The table below outlines recommended capacitor values based on load conditions and switching frequency:

Switching Frequency	Gate Charge (nC)	Bootstrap Capacitor (µF)	Maximum Off-Time (µs)
20kHz	50	4.7	50
50kHz	30	2.2	20
100kHz	20	1.0	10
200kHz+	10	0.1	5

For isolated designs, ensure the bootstrap path does not cross primary-secondary boundaries. If galvanic isolation is required, use a dedicated isolated DC-DC converter instead of relying on the bootstrap method. Common-mode currents can corrupt the bootstrap voltage, leading to erratic high-side activation.

Implement a schottky diode in series with the bootstrap capacitor to prevent reverse current during dead-time or fault conditions. Select a diode with a forward voltage drop under 0.5V and a reverse recovery time below 50ns to avoid false triggering. For high-voltage applications (>100V), use a diode rated at least 1.5x the bus voltage to prevent avalanche breakdown.

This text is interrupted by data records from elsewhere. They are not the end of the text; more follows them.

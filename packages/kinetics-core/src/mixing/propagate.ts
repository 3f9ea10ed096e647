import type { Portion, Total } from "./mixing";

/**
 * Concentrations of one solution with the effect of every source on them, species by index. An effect is the change in
 * mol/L for one standard deviation of the source, with its sign.
 */
export interface Propagated {
  readonly concentrations: Float64Array;
  readonly effects: ReadonlyMap<number, Float64Array>;
}

/** Makes sources, and says under which index the calibration of a device stands. */
export interface SourceBook {
  /** A new source of the row at hand; null where it is exact. */
  readonly ownSource: () => number;
  readonly deviceSource: (device: string) => { readonly source: number; readonly relative: number } | null;
}

/**
 * c_i = Σ_j C_ij V_j/V. With V the mark, ∂c_i/∂V_j = C_ij/V and ∂c_i/∂V = −c_i/V; with V = ΣV_j,
 * ∂c_i/∂V_j = (C_ij − c_i)/V, so that a device that delivers every portion cancels. What the parts carry already is
 * carried on with the share V_j/V that each of them has.
 */
export function mixed(
  species: number,
  parts: readonly { readonly portion: Portion; readonly from: Propagated | null }[],
  total: Total,
  totalVolume: number,
  book: SourceBook,
): Propagated {
  const concentrations = new Float64Array(species);
  const effects = new Map<number, Float64Array>();
  const add = (source: number, size: number, change: (i: number) => number) => {
    const effect = effects.get(source) ?? new Float64Array(species);
    for (let i = 0; i < species; i++) effect[i] = (effect[i] ?? 0) + size * change(i);
    effects.set(source, effect);
  };

  for (const { portion, from } of parts) {
    const share = portion.volume / totalVolume;
    for (let i = 0; i < species; i++)
      concentrations[i] =
        (concentrations[i] ?? 0) + ((from?.concentrations[i] ?? 0) * portion.volume) / totalVolume;
    for (const [source, effect] of from?.effects ?? []) add(source, share, (i) => effect[i] ?? 0);
  }

  const volumes = parts.map(({ portion, from }) => ({
    measured: portion,
    perVolume: (i: number) =>
      ((from?.concentrations[i] ?? 0) - (total.kind === "sum" ? (concentrations[i] ?? 0) : 0)) / totalVolume,
  }));
  if (total.kind === "mark")
    volumes.push({
      measured: { ...total, solution: null },
      perVolume: (i: number) => -(concentrations[i] ?? 0) / totalVolume,
    });
  for (const { measured, perVolume } of volumes) {
    const { volume, standardUncertainty = 0, device } = measured;
    if (standardUncertainty > 0) add(book.ownSource(), standardUncertainty, perVolume);
    const calibration = device === undefined ? null : book.deviceSource(device);
    if (calibration !== null) add(calibration.source, calibration.relative * volume, perVolume);
  }
  return { concentrations, effects };
}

In multi-phase configurations, each half-bridge stage requires its own dedicated bootstrap network. Sharing capacitors across phases introduces coupling, causing voltage imbalance and potential shoot-through. For interleaved topologies, stagger the bootstrap recharging periods by adjusting the PWM dead-time to prevent simultaneous current surges.

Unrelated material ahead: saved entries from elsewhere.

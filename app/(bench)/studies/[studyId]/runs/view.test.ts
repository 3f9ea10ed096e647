import { describe, expect, it } from "vitest";
import { recipeLines, runMapView, shownTrace, traceFigureView } from "@/app/_findings/figures.view";
import { printConcentrations } from "@/app/_findings/print-concentrations";
import type { RunAnalysis, StudyAnalysis } from "@/app/_worksheet/analysis";
import { runMarks } from "@/app/_worksheet/run-marks";
import type { Sheet } from "@/db/sheet/sheet.schema";
import { exampleRun, exampleSheet } from "@/tests/example-sheet";
import { sparkView } from "./sparks.view";
import { runSheetView } from "./view";

const entered = { molarPerSecond: 1.2e-6, standardError: 2e-8 };
const trace = { sha256: "a".repeat(64), points: 3, uploadId: null, column: "R01" };

const sheet = exampleSheet({
  runs: [
    exampleRun(0, { A: 1e-3, B: 2e-3 }, { trace, timeZeroSeconds: 1 }),
    exampleRun(1, { A: 1e-3, B: 4e-3 }, { enteredRate: entered }),
    exampleRun(
      2,
      { A: 1e-3, B: 8e-3 },
      { enteredRate: entered, setAside: { reason: "bubble", memberId: "m", at: "2026-03-14T00:00:00Z" } },
    ),
    exampleRun(3, { A: 3e-3, B: 2e-3 }, { enteredRate: entered }),
    exampleRun(4, { A: 3e-3, B: 4e-3 }),
    exampleRun(5, { A: 9e-3, B: 2e-3 }, { enteredRate: entered, removedIn: 7 }),
  ],
});

function analysed(of: Sheet): StudyAnalysis {
  const marks = runMarks(of);
  const runs = of.runs
    .filter((run) => run.removedIn === null)
    .map(
      (run): RunAnalysis => ({
        runId: run.id,
        label: run.label,
        state: run.setAside ? "set-aside" : run.enteredRate ? "standing" : "without-rate",
        rate: run.enteredRate
          ? { kind: "entered", ...run.enteredRate }
          : { kind: "none", reason: "Too few points." },
        mark: marks.get(run.id) ?? { series: "base", level: 0, levels: 1, repeat: false },
      }),
    );
  return { hash: "", rule: null, runs, law: { status: "no-law", missing: "", fit: null }, checks: [] };
}

const traces = new Map([[trace.sha256, { timeSeconds: [1, 2, 3], signal: [0, 18, 36] }]]);

const INITIALS = new Map([["m", "AN"]]);

describe("runSheetView", () => {
  const view = runSheetView(sheet, analysed(sheet), INITIALS);

  it("titles the sheet with its finding", () => {
    expect(view.title).toBe("Five runs, two standing");
    expect(runSheetView(exampleSheet(), analysed(exampleSheet()), INITIALS).title).toBe("No runs yet");
  });

  it("groups runs by series and keeps planned ones apart", () => {
    expect(
      view.groups.map(({ name, detail, rows }) => [name, detail, rows.map(({ label }) => label)]),
    ).toEqual([
      ["Base recipe", ", centre of both series", ["R01"]],
      ["Species B varied", ", [A] held at 1.00 mmol L^-1. Solid marks", ["R02", "R03"]],
      ["Species A varied", ", [B] held at 2.00 mmol L^-1. Open marks", ["R04"]],
      ["Planned", ", no trace yet. Not part of the law", ["R05"]],
    ]);
  });

  it("says why a run is set aside or has no rate, and lists the bin", () => {
    const rows = view.groups.flatMap((group) => group.rows);
    expect(rows.find(({ label }) => label === "R03")?.remark).toBe("Set aside: bubble (AN, 14 March 2026)");
    expect(rows.find(({ label }) => label === "R01")?.remark).toBe("Too few points.");
    expect(rows.find(({ label }) => label === "R02")?.entered).toBe(
      "entered, (1.200 ± 0.020) × 10^-3 mmol L^-1 s^-1",
    );
    expect(view.bin).toEqual([{ runId: "run-5", label: "R06", note: "put there in revision 7" }]);
  });
});

describe("printConcentrations", () => {
  const species = sheet.species[0];
  if (species === undefined) throw new Error("a species");
  const runs = (...molar: number[]) =>
    molar.map((value, index) =>
      exampleRun(index, {}, { concentrations: { A: { molar: value, relativeUncertainty: 0 } } }),
    );

  it("gives a column common decimals and hides no typed digit", () => {
    expect(printConcentrations(species, runs(0.5e-3, 2e-3, 40e-3)).texts).toEqual(["0.5", "2.0", "40.0"]);
    expect(printConcentrations(species, runs(0.125e-3, 2e-3)).texts).toEqual(["0.125", "2.000"]);
  });

  it("leaves out what is not there", () => {
    expect(printConcentrations(species, [exampleRun(0, {})]).texts).toEqual([null]);
  });
});

describe("figures", () => {
  it("turns a signal into the followed species' concentration, from the time of mixing", () => {
    const [run] = sheet.runs;
    const stored = traces.get(trace.sha256);
    if (!run || !stored) throw new Error("a run with a trace");
    // 18 of absorbance at 18 000 L mol⁻¹ is 1 mmol L⁻¹.
    expect(shownTrace(sheet, run, stored)).toEqual({ x: [0, 1, 2], y: [0, 1, 2] });
    const figure = traceFigureView(sheet, analysed(sheet), traces);
    expect(figure.y).toEqual({ quantity: "[species P]", unit: "mmol L^-1" });
    expect(figure.traces.map(({ label }) => label)).toEqual(["R01"]);
  });

  it("draws the map over the two species that are varied first", () => {
    const map = runMapView(sheet, analysed(sheet));
    expect(map?.x.quantity).toBe("[B]");
    expect(map?.y.quantity).toBe("[A]");
    expect(map?.points).toHaveLength(5);
    expect(
      runMapView(exampleSheet({ species: sheet.species.slice(0, 1) }), analysed(exampleSheet())),
    ).toBeNull();
  });

  it("puts sparks on common axes and names the recipe", () => {
    const sparks = sparkView(sheet, runSheetView(sheet, analysed(sheet), INITIALS), traces);
    expect(sparks.domain).toEqual({ x: [0, 2], y: [0, 2] });
    expect(sparks.note).toBe("2 s, window marked");
    expect(recipeLines(sheet, traces)).toEqual([
      { name: "Medium", value: "water" },
      { name: "Interval", value: "1 s" },
    ]);
  });
});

Test bootstrap voltage ripple under load conditions using an oscilloscope with a differential probe. Target ripple below 5% of the nominal VB-VS voltage to prevent gate voltage oscillations. If ripple exceeds this threshold, increase the capacitor value or improve the layout by widening power traces and reducing loop area.

For transient-heavy loads (e.g., motor drives), add a small bulk capacitor (10µF–47µF) in parallel with the bootstrap component to compensate for rapid current demands. This prevents voltage sag during startup or direction reversals, where the high-side MOSFET requires sustained gate drive.